Week 2 Assignment Cost Error

Hello,

I get this assertion error when I run the learning model. All the previous test cases have passed so I am unsure why the expected cost is different. Did anybody else run into this?

Thanks for your help!

AssertionError                            Traceback (most recent call last)
<ipython-input-111-9408a3dffbf6> in <module>
      1 from public_tests import *
      2 
----> 3 model_test(model)

~/work/release/W2A2/public_tests.py in model_test(target)
    127     assert type(d['costs']) == list, f"Wrong type for d['costs']. {type(d['costs'])} != list"
    128     assert len(d['costs']) == 1, f"Wrong length for d['costs']. {len(d['costs'])} != 1"
--> 129     assert np.allclose(d['costs'], expected_output['costs']), f"Wrong values for d['costs']. {d['costs']} != {expected_output['costs']}"
    130 
    131     assert type(d['w']) == np.ndarray, f"Wrong type for d['w']. {type(d['w'])} != np.ndarray"

AssertionError: Wrong values for d['costs']. [array(0.15900538)] != [array(0.69314718)]

If your previous functions pass their tests, then the bug must be in the model function. Perfectly correct functions can return bad results if you call them with incorrect parameters. Note that the costs array is returned by the optimize function. So either you passed incorrect parameters to optimize or perhaps you stored the return values in the wrong variable.
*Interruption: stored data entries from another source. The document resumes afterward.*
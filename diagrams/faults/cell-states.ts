import { alterationKey, noAlteration, type Alteration } from '../solver/alteration'
import { Case, type Settled } from '../solver/case'
import { stateKey, type States, type Study } from '../solver/study'
import { chargingRange, restingRange, weakRange, type ScaleRange } from './battery-range'
import type { Cell, Hypothesis } from './hypothesis'
import { eager, isCertain, reluctant } from './reluctance'

/** The good circuit as a hypothesis with one cell. */
export const goodCell: Cell = { low: 0, high: 0, share: 1 }

/** One network whose reading bounds a cell: a fault at one severity, its parts held in one state. */
export interface Bound {
  given: Case
  severity: number
  states: States
}

/**
 * In one condition: in which states the parts may be at the ends of every cell. Cells are numbered
 * through: 0 is the good circuit, then each hypothesis's cells in order. Each cell has an entry per
 * state, from `first[cell]` to `first[cell + 1] − 1`.
 */
export interface CellStates {
  bounds: readonly Bound[]
  first: Int32Array
  /** Per entry: key of its state. */
  state: readonly string[]
  /** Per entry: the bounds of the cell in that state, `bound[firstBound[entry]]` … `bound[firstBound[entry + 1] − 1]`. */
  firstBound: Int32Array
  bound: Int32Array
  /** Per entry: the bounds at the cell's two ends where one of them settles in that state as drawn, else −1. */
  low: Int32Array
  high: Int32Array
  /** Per cell: 1 where the circuit may not come to rest, which foretells nothing. Such a cell has no entries. */
  restless: Uint8Array
}

export function cellStates(study: Study, hypotheses: readonly Hypothesis[]): CellStates {
  const draft = new Draft()
  let given = new Case(study, noAlteration)
  let key = alterationKey(noAlteration)
  const caseOf = (alteration: Alteration): Case => {
    const next = alterationKey(alteration)
    // Neighbours in the list often change the same branch.
    if (next !== key) given = new Case(study, alteration)
    key = next
    return given
  }
  draft.add(given, [goodCell])
  for (const hypothesis of hypotheses)
    draft.add(caseOf(hypothesis.alteration(study.network)), hypothesis.cells)
  return draft.finish()
}

class Draft {
  private readonly bounds: Bound[] = []
  private readonly first: number[] = [0]
  private readonly state: string[] = []
  private readonly low: number[] = []
  private readonly high: number[] = []
  private readonly firstBound: number[] = [0]
  private readonly bound: number[] = []
  private readonly restless: number[] = []

  add(given: Case, cells: readonly Cell[]) {
    const range = rangeOf(given)
    const ends = new Map<number, EndStates | null>()
    const endOf = (severity: number) => {
      let found = ends.get(severity)
      if (found === undefined) ends.set(severity, (found = settleEnd(given, severity, range)))
      return found
    }
    const known = new Map<States, Map<number, number>>()
    const boundOf = (states: States, severity: number): number => {
      let bySeverity = known.get(states)
      if (!bySeverity) known.set(states, (bySeverity = new Map()))
      let found = bySeverity.get(severity)
      if (found === undefined) {
        found = this.bounds.push({ given, severity, states }) - 1
        bySeverity.set(severity, found)
      }
      return found
    }
    for (const { low, high } of cells) {
      const a = endOf(low)
      const b = endOf(high)
      this.restless.push(a && b ? 0 : 1)
      if (a && b)
        for (const states of a === b ? a.possible : new Set([...a.possible, ...b.possible])) {
          this.state.push(stateKey(states))
          const [from, to] = [boundOf(states, low), boundOf(states, high)]
          this.bound.push(from)
          if (to !== from) this.bound.push(to)
          this.firstBound.push(this.bound.length)
          const settles = states === a.settled || states === b.settled
          this.low.push(settles ? from : -1)
          this.high.push(settles ? to : -1)
        }
      this.first.push(this.state.length)
    }
  }

  finish(): CellStates {
    return {
      bounds: this.bounds,
      first: Int32Array.from(this.first),
      state: this.state,
      low: Int32Array.from(this.low),
      high: Int32Array.from(this.high),
      firstBound: Int32Array.from(this.firstBound),
      bound: Int32Array.from(this.bound),
      restless: Uint8Array.from(this.restless),
    }
  }
}

function rangeOf({ alteration, study }: Case): ScaleRange {
  return alteration.weak ? weakRange : study.condition.charging ? chargingRange : restingRange
}

interface EndStates {
  settled: States
  /** Every state the parts may be in, given battery and tolerances; the one they settle in comes first. */
  possible: ReadonlySet<States>
}

/** Parts that may be in either state are tried in every combination; with more of them nothing is foretold. */
const mostDoubtful = 4

function settleEnd(given: Case, severity: number, range: ScaleRange): EndStates | null {
  const settled = given.settle(severity)
  if (!settled) return null
  const possible = new Set([settled.states])
  const certain: EndStates = { settled: settled.states, possible }
  const { relays, modules, diodes } = given.study.network
  if (relays.length + modules.length + diodes.length === 0) return certain
  if (given.passed.every((state: Settled) => isCertain(given, state))) return certain
  const found: States[] = [settled.states]
  for (const [scale, reluctance] of [
    [range.high, eager],
    [range.low, reluctant],
  ] as const) {
    const other = given.settle(severity, scale, reluctance)
    if (!other) return null
    found.push(other.states)
    possible.add(other.states)
  }
  const mixtures = combinations(found)
  if (mixtures === null) return null
  for (const held of mixtures) {
    const solved = given.settleDiodes(given.study.same(held), severity, given.scaleFor(severity))
    if (solved) possible.add(solved.states)
  }
  return { settled: settled.states, possible }
}

/** Every mixture of relays and modules that the given states disagree on; null when there are too many. */
function combinations(states: readonly States[]): States[] | null {
  const [first] = states as [States]
  let all: States[] = [first]
  let doubtful = 0
  for (const kind of ['relays', 'modules'] as const)
    first[kind].forEach((on, i) => {
      if (states.every((state) => state[kind][i] === on)) return
      doubtful++
      if (doubtful > mostDoubtful) return
      all = all.flatMap((state) => [state, { ...state, [kind]: state[kind].with(i, !on) }])
    })
  return doubtful > mostDoubtful ? null : all
}
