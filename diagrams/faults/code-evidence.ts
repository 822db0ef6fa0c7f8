import type { CodeEntry } from '../document/circuit-schema'
import { noAlteration } from '../solver/alteration'
import { drivingStudies } from '../solver/blown-fuses'
import { Case } from '../solver/case'
import { inputSees } from '../solver/operating-point'
import type { FaultModel } from './fault-model'

/** About one code in fifty points wrong (engine's page; no published figure found). */
const pointsWrong = 0.02
/** Where the module's own view of the circuit says nothing, its document's list of places is a softer hint. */
const unlisted = 0.1

/** ln of the probability of the codes that are set. Cells in the order of the model's hypotheses. */
export interface CodeEvidence {
  good: number
  cells: Float64Array[]
}

/**
 * Codes as evidence through the module's own view: a fault sets a code when it changes an input's
 * level, in some driving condition, in a way that a fault of the places listed with the code does,
 * and that its failure type names. Evidence, not a filter: nothing is cleared by a code. Null when
 * none of the codes is described in the circuit.
 */
export function codeEvidence(model: FaultModel, codes: readonly string[]): CodeEvidence | null {
  const entries = model.circuit.codes.filter(
    (entry) => entry.sites.length > 0 && codes.some((code) => names(code, entry)),
  )
  if (entries.length === 0) return null
  const changes = model.inputChanges(() => findInputChanges(model))
  const found: CodeEvidence = {
    good: 0,
    cells: model.hypotheses.map((h) => new Float64Array(h.cells.length)),
  }
  for (const entry of entries) {
    const watched = new Set<string>()
    model.hypotheses.forEach((hypothesis, h) => {
      if (!entry.sites.includes(hypothesis.site)) return
      for (const cell of changes[h]!)
        for (const change of cell) if (isOfType(change, entry.failureType)) watched.add(change)
    })
    found.good += Math.log(pointsWrong)
    model.hypotheses.forEach((hypothesis, h) => {
      const listed = entry.sites.includes(hypothesis.site)
      hypothesis.cells.forEach((_, c) => {
        const sets = watched.size > 0 ? changes[h]![c]!.some((change) => watched.has(change)) : listed
        found.cells[h]![c]! += Math.log(sets ? 1 - pointsWrong : watched.size > 0 ? pointsWrong : unlisted)
      })
    })
  }
  return found
}

/** "B1042" names every entry of that code, "B1042-13" the one with its failure type, or one without any. */
function names(code: string, entry: CodeEntry): boolean {
  const [plain, type] = code.split('-')
  return (
    entry.code === plain &&
    (type === undefined || entry.failureType === undefined || entry.failureType === type)
  )
}

/**
 * Failure types of SAE J2012, electrical group: 11 and 14 speak of a line held low (14 also of an open
 * one), 12 and 15 of one held high (15 also of an open one); the others may be either.
 */
function isOfType(change: string, failureType: string | undefined): boolean {
  if (failureType === '11' || failureType === '14') return change.endsWith('low')
  if (failureType === '12' || failureType === '15') return change.endsWith('high')
  return true
}

/** Per hypothesis and cell: "condition input level" for every input whose level differs from the good circuit's. */
function findInputChanges(model: FaultModel): string[][][] {
  const { network } = model
  if (network.inputs.length === 0) return model.hypotheses.map((h) => h.cells.map(() => []))
  const studies = drivingStudies(network)
  const good = studies.map((study) => {
    const given = new Case(study, noAlteration)
    const settled = given.settle(0)
    return settled && network.inputs.map((_, i) => inputSees(given, settled, i))
  })
  return model.hypotheses.map((hypothesis) => {
    const alteration = hypothesis.alteration(network)
    const cases = studies.map((study) => new Case(study, alteration))
    return hypothesis.cells.map(({ low, high }) => {
      const severity = hypothesis.mode === 'weak' || low === 0 ? (low + high) / 2 : Math.sqrt(low * high)
      return cases.flatMap((given, s) => {
        const before = good[s]
        const settled = before && given.settle(severity)
        if (!settled) return []
        return network.inputs.flatMap((_, i) => {
          const level = inputSees(given, settled, i)
          return level === before[i] ? [] : [`${s} ${i} ${level}`]
        })
      })
    })
  })
}
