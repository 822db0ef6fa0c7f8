export const mean = (list: readonly number[]): number =>
  list.length === 0 ? Number.NaN : list.reduce((sum, x) => sum + x, 0) / list.length

/** The value under which the given share of a list lies, by nearest rank. */
export function quantile(list: readonly number[], share: number): number {
  const sorted = list.toSorted((a, b) => a - b)
  return sorted[Math.min(sorted.length - 1, Math.max(0, Math.ceil(share * sorted.length) - 1))] ?? Number.NaN
}

export const median = (list: readonly number[]): number => quantile(list, 0.5)

/** Exponent of y ∝ x^p through all points, by least squares on logarithms. */
export function exponentOf(points: readonly (readonly [number, number])[]): number {
  const xs = points.map(([x]) => Math.log(x))
  const ys = points.map(([, y]) => Math.log(y))
  const [mx, my] = [mean(xs), mean(ys)]
  let top = 0
  let bottom = 0
  xs.forEach((x, i) => {
    top += (x - mx) * (ys[i]! - my)
    bottom += (x - mx) ** 2
  })
  return top / bottom
}

/** Processor time of this process, milliseconds: the machine may be shared. */
export function processorMs(work: () => void): number {
  const before = process.cpuUsage()
  work()
  const used = process.cpuUsage(before)
  return (used.user + used.system) / 1000
}

export const percent = (part: number, digits = 1): string => `${(100 * part).toFixed(digits)} %`
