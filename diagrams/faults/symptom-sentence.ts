import type { Circuit } from '../document/circuit-schema'
import { nodeName } from '../document/points'
import type { Outcome } from './answer'
import type { Symptom } from './symptom-schema'

/** "Fan motor does not work", "it stops at step 3". */
export function symptomWords(circuit: Circuit, symptom: Symptom): string {
  if ('step' in symptom)
    return `it stops at step ${circuit.sequence.findIndex((step) => step.id === symptom.step) + 1}`
  const node = circuit.nodes.find((n) => n.id === symptom.node)
  const name = node ? nodeName(node) : symptom.node
  switch (symptom.does) {
    case 'not-work':
      return `${name} does not work`
    case 'always':
      return `${name} works where it should not`
    case 'weakly':
      return `${name} works weakly`
  }
}

/**
 * The complaint beside the verdict. `explains` holds a sign for each symptom, "1" where the fault that was found does
 * that. Empty without a complaint.
 */
export function symptomSentence(
  circuit: Circuit,
  symptoms: readonly Symptom[],
  outcome: Outcome,
  explains: string,
): string {
  if (symptoms.length === 0) return ''
  const words = symptoms.map((symptom) => symptomWords(circuit, symptom))
  if (outcome === 'no-fault')
    return `That leaves unexplained what was told: ${words.join('; ')}. It may come and go, or lie outside this circuit.`
  if (outcome !== 'located') return `Told, and weighed with it: ${words.join('; ')}.`
  const why = words.filter((_, i) => explains[i] === '1')
  const not = words.filter((_, i) => explains[i] !== '1')
  return [
    why.length > 0 ? `It explains what was told: ${why.join('; ')}.` : '',
    not.length > 0 ? `It does not explain: ${not.join('; ')}. Look for that, too.` : '',
  ]
    .filter(Boolean)
    .join(' ')
}
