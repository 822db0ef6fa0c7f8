import type { Reading } from '../document/reading-schema'
import type { Evidence, Included } from './evidence'
import type { FaultModel } from './fault-model'

export interface Clearance {
  cleared: boolean
  firm: boolean
  /** Ids of readings that suffice, in the order taken. */
  clearedBy: string[]
}

/**
 * The one rule of the format's page, per site: proved good when no fault of it, in any mode, at any
 * severity, within the tolerances, fits all readings, each within its accuracy.
 */
export function clearances(
  model: FaultModel,
  evidence: Evidence,
  readings: readonly Reading[],
  sites: readonly string[],
): Map<string, Clearance> {
  const cellsOf = new Map<string, [h: number, c: number][]>(sites.map((site) => [site, []]))
  model.hypotheses.forEach(({ site, cells }, h) => {
    const list = cellsOf.get(site)
    for (let c = 0; list && c < cells.length; c++) list.push([h, c])
  })
  return new Map(sites.map((site) => [site, clearanceOf(evidence, cellsOf.get(site)!, readings)]))
}

function clearanceOf(
  evidence: Evidence,
  cells: readonly (readonly [h: number, c: number])[],
  readings: readonly Reading[],
): Clearance {
  // Cells that fitted once are asked first: what fits many readings often fits fewer, too.
  let last = 0
  const clearedWith = (included?: Included) => {
    for (let i = 0; i < cells.length; i++) {
      const at = (last + i) % cells.length
      if (!evidence.fits(...cells[at]!, included)) continue
      last = at
      return false
    }
    return true
  }
  // Without any reading nothing is proved, also not what could never show.
  if (readings.length === 0 || !clearedWith()) return { cleared: false, firm: false, clearedBy: [] }
  const firm = readings.every((_, out) => clearedWith((r) => r !== out))
  const kept = new Set(readings.keys())
  for (let r = readings.length - 1; r >= 0; r--) {
    kept.delete(r)
    if (!clearedWith((index) => kept.has(index))) kept.add(r)
  }
  return { cleared: true, firm, clearedBy: [...kept].map((r) => readings[r]!.id) }
}
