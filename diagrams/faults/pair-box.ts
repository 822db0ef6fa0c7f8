import type { Reading } from '../document/reading-schema'
import { noAlteration } from '../solver/alteration'
import { stateKey, type States } from '../solver/study'
import { FaultModel } from './fault-model'
import type { Hypothesis } from './hypothesis'
import type { Prediction } from './prediction'
import type { CellPrediction, PredictionTable } from './prediction-table'
import type { PairCorner, PairSolver, SolvedPair } from './pair-solver'
import { accuracyOf, windowsOf } from './tolerance-rule'

export type Range = readonly [low: number, high: number]

/** A pair over a stretch of severities of either fault. */
export interface PairBox {
  pair: PairWork
  held: Range
  swept: Range
  /** ln of its odds before any reading. */
  logPrior: number
}

/** A pair being weighed, with what was solved of it so far. */
export interface PairWork extends SolvedPair {
  corners: Map<string, PairCorner | null>
  predictions: Map<string, Prediction>
}

/**
 * Boxes as a fault model, each one hypothesis of one cell, so that readings are weighed by the same rules as
 * for single faults. With everything else fixed a reading is monotone in the severity of either fault, hence
 * within a box it lies between the readings at the box's corners.
 */
export class BoxModel extends FaultModel {
  constructor(
    private readonly solver: PairSolver,
    private readonly boxes: readonly PairBox[],
  ) {
    super(solver.model.circuit, { network: solver.model.network, hypotheses: boxes.map(hypothesisOf) })
  }

  override table(reading: Reading): PredictionTable {
    return {
      good: this.solver.model.table(reading).good,
      cells: this.boxes.map((box) => [predictBox(this.solver, box, reading)]),
    }
  }
}

function hypothesisOf({ pair, swept }: PairBox): Hypothesis {
  return {
    site: `${pair.held.site} and ${pair.swept.site}`,
    // Only a weak battery is told from the others by those who weigh readings, and it is always the swept one.
    mode: pair.swept.mode,
    other: null,
    wire: null,
    blows: [...pair.blown],
    part: 1,
    cells: [{ low: swept[0], high: swept[1], share: 1 }],
    alteration: () => noAlteration,
  }
}

function predictBox(solver: PairSolver, box: PairBox, reading: Reading): CellPrediction {
  const corners = cornersOf(solver, box, reading)
  if (corners === null) return { bounds: null, ends: null }
  const states = new Map<string, States>()
  const settled = new Map<string, States>()
  for (const { corner } of corners) {
    for (const [key, state] of corner.possible) states.set(key, state)
    settled.set(stateKey(corner.settled), corner.settled)
  }
  const bounds = new Map<string, Prediction[]>()
  for (const [key, state] of states)
    bounds.set(
      key,
      corners.map(({ corner, name }) =>
        kept(box.pair.predictions, `${reading.id} ${name} ${key}`, () =>
          solver.predict(corner, state, reading),
        ),
      ),
    )
  return { bounds, ends: [...settled.keys()].map((key) => endsOf(bounds.get(key)!)) }
}

/** The two corners furthest apart. */
function endsOf(predictions: readonly Prediction[]): [Prediction, Prediction] {
  let [least, most] = [predictions[0]!, predictions[0]!]
  for (const prediction of predictions) {
    if (plain(prediction) < plain(least)) least = prediction
    if (plain(prediction) > plain(most)) most = prediction
  }
  return [least, most]
}

const plain = (prediction: Prediction) => prediction.battery + prediction.fixed

/** Null when the circuit does not come to rest at one of them. */
function cornersOf(
  solver: PairSolver,
  { pair, held, swept }: PairBox,
  reading: Reading,
): { corner: PairCorner; name: string }[] | null {
  const found: { corner: PairCorner; name: string }[] = []
  for (const heldAt of ends(held))
    for (const sweptAt of ends(swept)) {
      const name = `${heldAt} ${sweptAt}`
      const corner = kept(pair.corners, `${solver.conditionName(reading)} ${name}`, () =>
        solver.corner(pair, heldAt, sweptAt, reading),
      )
      if (!corner) return null
      found.push({ corner, name })
    }
  return found
}

/** A circuit that keeps switching itself foretells nothing, and explains nothing either. */
export function comesToRest(solver: PairSolver, box: PairBox, readings: readonly Reading[]): boolean {
  return readings.every((reading) => cornersOf(solver, box, reading) !== null)
}

const ends = ([low, high]: Range): number[] => (low === high ? [low] : [low, high])

function kept<V>(map: Map<string, V>, key: string, find: () => V): V {
  let found = map.get(key)
  if (found === undefined) map.set(key, (found = find()))
  return found
}

/** Nearer to each other than this many standard deviations, the ends of a box are as good as one. */
const fineDeviations = 3
/** Severities nearer than this to each other are not told apart. */
const finePart = 1.03

/** Halves a box across the fault whose severity moves some reading the most; null when that is too little to matter. */
export function halvesOf(solver: PairSolver, box: PairBox, readings: readonly Reading[]): PairBox[] | null {
  const effects = { held: 0, swept: 0 }
  for (const reading of readings) {
    const corners = cornersOf(solver, box, reading)
    if (corners === null) continue
    const state = corners[0]!.corner.settled
    const key = stateKey(state)
    const of = corners.map(({ corner, name }) =>
      kept(box.pair.predictions, `${reading.id} ${name} ${key}`, () =>
        solver.predict(corner, state, reading),
      ),
    )
    const effect = (x: number, y: number) =>
      stateKey(corners[x]!.corner.settled) === stateKey(corners[y]!.corner.settled)
        ? deviationsBetween(solver, reading, of[x]!, of[y]!)
        : 2 * fineDeviations
    const last = of.length - 1
    // Corners run through the swept fault's ends first.
    const step = box.swept[0] === box.swept[1] ? 1 : 2
    if (step === 2) effects.swept = Math.max(effects.swept, effect(0, 1), effect(last - 1, last))
    if (box.held[0] !== box.held[1])
      effects.held = Math.max(effects.held, effect(0, step), effect(last - step, last))
  }
  const which = effects.held > effects.swept ? 'held' : 'swept'
  if (effects[which] < fineDeviations) return null
  const [low, high] = box[which]
  if (low <= 0 || high / low < finePart) return null
  const middle = box.pair[which].mode === 'weak' ? (low + high) / 2 : Math.sqrt(low * high)
  const logPrior = box.logPrior - Math.LN2
  return [
    { ...box, [which]: [low, middle] as const, logPrior },
    { ...box, [which]: [middle, high] as const, logPrior },
  ]
}

function deviationsBetween(solver: PairSolver, reading: Reading, one: Prediction, other: Prediction): number {
  const [low, high] = [Math.min(plain(one), plain(other)), Math.max(plain(one), plain(other))]
  if (typeof reading.value === 'number') {
    const { percent, floor } = accuracyOf(reading)
    const limit = (percent / 100) * Math.abs(reading.value) + floor
    return (high - low) / Math.sqrt((limit / 2) ** 2 + ((one.spread + other.spread) / 2) ** 2)
  }
  // What only has to lie within a window is as good anywhere in it.
  const inside = windowsOf(reading, { network: solver.model.network }).some(
    (window) => low >= window.low && high <= window.high,
  )
  return inside ? 0 : 2 * fineDeviations
}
Thanks!. Is 0.15900538 is the correct expected cost? Its showing up as a expected cost in a previous test case as well

w = [[0.80956046]
 [2.0508202 ]]
b = 1.5948713189708588
dw = [[ 0.17860505]
 [-0.04840656]]
db = -0.08888460336847771
Costs = [array(0.15900538)]
All tests passed!

If you actually read the code in the failing assertion, you can see that it’s the second one that is the expected value ([array(0.69314718)])

So that suggests that you are ending up referencing costs as a global variable. So how did that happen? Carefully examine how you handle the return values from optimize.

Ah thanks! That was a bad typo :slight_smile: Appreciate the help!